Another alternative is LLMs / agents operating playwright or the equivalent which will likely be less reliable and consume more tokens. (By a fair margin)
It’s a nice proof of concept.
And makes sense that the goal would be for LLM clients to adopt and support the standard natively. Then the proxy won’t be necessary.
Why on Earth would I want this?
https://github.com/webmachinelearning/webmcp
I attempted to acknowledge the security implications and am not trying to push this as a product/service - this was just a proposal.
Despite it being a proposal, I added token based authentication to mitigate potential abuse by forcing users to intentionally authenticate with a website before it can be used.
The current and potential benefits are:
- Consistent authentication mechanism for all tools.
- Ease of tool registration/deregistration.
- Tool discovery.
Main drawbacks are:
- Trusting WebMCP npm package to run on your users' computers.
- Trusting WebMCP with access to your site or platform's functionality.
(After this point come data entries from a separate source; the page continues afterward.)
"""exp_rise: value = a * (1 - exp(-b r)) [+ c]. Saturating sensors (first-order rise, adsorption).

Parameters: a, the rise from r = 0 to saturation (value units); b > 0, the rate (per reading
unit, 1/b is the reading at which 63 % of the rise is reached); with ``offset=True`` also c, the
value at r = 0 (value units).

Only b enters non-linearly, so it is found by variable projection: for each trial b the linear
parameters (a, and c) are solved exactly, and the residual sum of squares is minimised over b
alone. The scan of b is log-spaced over ten decades around 1 / span (b * span from 1e-5 to 1e5,
twenty trials a decade), which brackets the minimum of the one-dimensional problem even where
the full two-parameter problem is hard (NIST StRD BoxBOD); a bounded scalar search refines the
best cell and a Levenberg–Marquardt polish of every parameter with the analytic Jacobian gives
the estimate the covariance is taken at. A minimum at the small end of the scan means the points
show no saturation (a straight line fits them as well); at the large end, that the rise is
complete before the first reading (the points are flat).
"""

from __future__ import annotations

from collections.abc import Mapping
from types import MappingProxyType
from typing import Any

import numpy as np
from scipy.optimize import minimize_scalar

from shared.errors import BadInput, SingularFit
from shared.families.base import (
    Array,
    Options,
    Solution,
    check_known_options,
    polish,
    unscaled_covariance,
)

SCAN = np.logspace(-5.0, 5.0, 201)  # b * (r_max - r_min)
HUGE = 1e300  # the cost of a trial whose basis overflows (readings far below 0)
FLAT = 1e-9  # 1 - exp(-b r) varying less than this (relative) over the readings: no rise seen
RISE_COMPLETE = (
    "exp_rise: the rise is complete before the first reading (the rate b runs to infinity); "
    "the points are flat"
)


class ExpRise:
    """value = a (1 - exp(-b r)) [+ c]."""

    name = "exp_rise"
    formula = "value = a · (1 − exp(−b·r))   (offset: + c)"
    typical = "saturating sensor"
    options: Mapping[str, Any] = MappingProxyType({"offset": False})
    foldback = False

    def check_options(self, options: Options) -> dict[str, Any]:
        opts = check_known_options(self.name, options, self.options)
        if not isinstance(opts["offset"], bool):
            raise BadInput("exp_rise: offset must be true or false")
        return opts

    def param_names(self, options: Options) -> tuple[str, ...]:
        return ("a", "b", "c") if options.get("offset", False) else ("a", "b")

    def evaluate(self, params: Array, reading: Array, options: Options) -> Array:
        out: Array = -params[0] * np.expm1(-params[1] * reading)
        if options.get("offset", False):
            out = out + params[2]
        return out

    def jacobian(self, params: Array, reading: Array, options: Options) -> Array:
        a, b = params[0], params[1]
        cols = [-np.expm1(-b * reading), a * reading * np.exp(-b * reading)]
        if options.get("offset", False):
            cols.append(np.ones_like(reading))
        return np.stack(cols, axis=-1)

    def slope(self, params: Array, reading: Array, options: Options) -> Array:
        """d value / d r = a b exp(-b r)."""
        out: Array = params[0] * params[1] * np.exp(-params[1] * reading)
        return out

    def solve(self, reading: Array, value: Array, weight: Array, options: Options) -> Solution:
        offset = bool(options.get("offset", False))
        span = float(np.ptp(reading))
        if span == 0:
            raise BadInput("exp_rise: all readings are equal: the rate cannot be determined")
        w_total = float(weight.sum())
        v_mean = float(weight @ value) / w_total

        def projected(log_b: Array) -> tuple[Array, Array, Array]:
            """Cost, a and c (0 without offset) for each trial b = exp(log_b), closed form."""
            b = np.exp(np.atleast_1d(log_b))
            with np.errstate(over="ignore", invalid="ignore", divide="ignore"):
                x = -np.expm1(-b[:, None] * reading)
                if offset:
                    x_mean = (x @ weight) / w_total
                    dx = x - x_mean[:, None]
                    sxx = (dx * dx) @ weight  # 0 where x is constant: a is then arbitrary
                    a = np.where(sxx > 0, ((dx * (value - v_mean)) @ weight) / sxx, 0.0)
                    c = v_mean - a * x_mean
                else:
                    a = ((x * value) @ weight) / ((x * x) @ weight)
                    c = np.zeros_like(a)
                resid = value - a[:, None] * x - c[:, None]
                cost = (resid * resid) @ weight
            return np.where(np.isfinite(cost), cost, HUGE), a, c

        logs = np.log(SCAN / span)
        costs = projected(logs)[0]
        best = int(np.argmin(costs))
        if costs[best] >= HUGE:
            raise SingularFit("exp_rise: no finite fit exists for these readings")
        if best == 0:
            raise SingularFit(
                "exp_rise: the points show no saturation (the rate b runs to 0); "
                "a straight line fits them as well"
            )
        if best == logs.size - 1:
            raise SingularFit(RISE_COMPLETE)
        found = minimize_scalar(
            lambda x: float(projected(np.array([x]))[0][0]),
            bounds=(logs[best - 1], logs[best + 1]),
            method="bounded",
            options={"xatol": 1e-12},
        )
        _, a_best, c_best = projected(np.array([found.x]))
        start = np.array([a_best[0], np.exp(found.x), c_best[0]][: 3 if offset else 2])

        polished = polish(self, start, reading, value, weight, options)
        params = polished if polished[1] > 0 else start
        rise = -np.expm1(-params[1] * reading)
        if np.ptp(rise) <= FLAT * np.abs(rise).max():
            raise SingularFit(RISE_COMPLETE)
        cov = unscaled_covariance(self.jacobian(params, reading, options), weight)
        return Solution(params=np.asarray(params, dtype=float), cov_unscaled=cov)


FAMILY = ExpRise()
Kind of like OAuth?
Does this sound right? Any other pros and cons versus integrating MCP server directly with specific LLMs?
(Here's another comment with an explanation https://news.ycombinator.com/item?id=45623782)
The npm package is only there as the browser doesn't natively support the behavior (yet). Similarly MCP clients don't have built in support. So it's a bridge/proxy to demonstrate what could be done.
> What can MCP enable? 1) Agents can access your Google Calendar and Notion, acting as a more personalized AI assistant. 2) Claude Code can generate an entire web app using a Figma design. 3) Enterprise chatbots can connect to multiple databases across an organization, empowering users to analyze data using chat. 4) AI models can create 3D designs on Blender and print them out using a 3D printer.
Sure 1 and 3 make sense if they mean "summarize" and not "analyze", 4 maybe, but 2... Oh I don't know where to begin other than to say that even really smart humans have a very hard time dealing with that task based on a figma doc. Wouldn't it make more sense to generate the figma doc if they're already that awful to begin with?
Didn’t expect WebMCP to let you build custom MCP clients too. That’s actually way more flexible!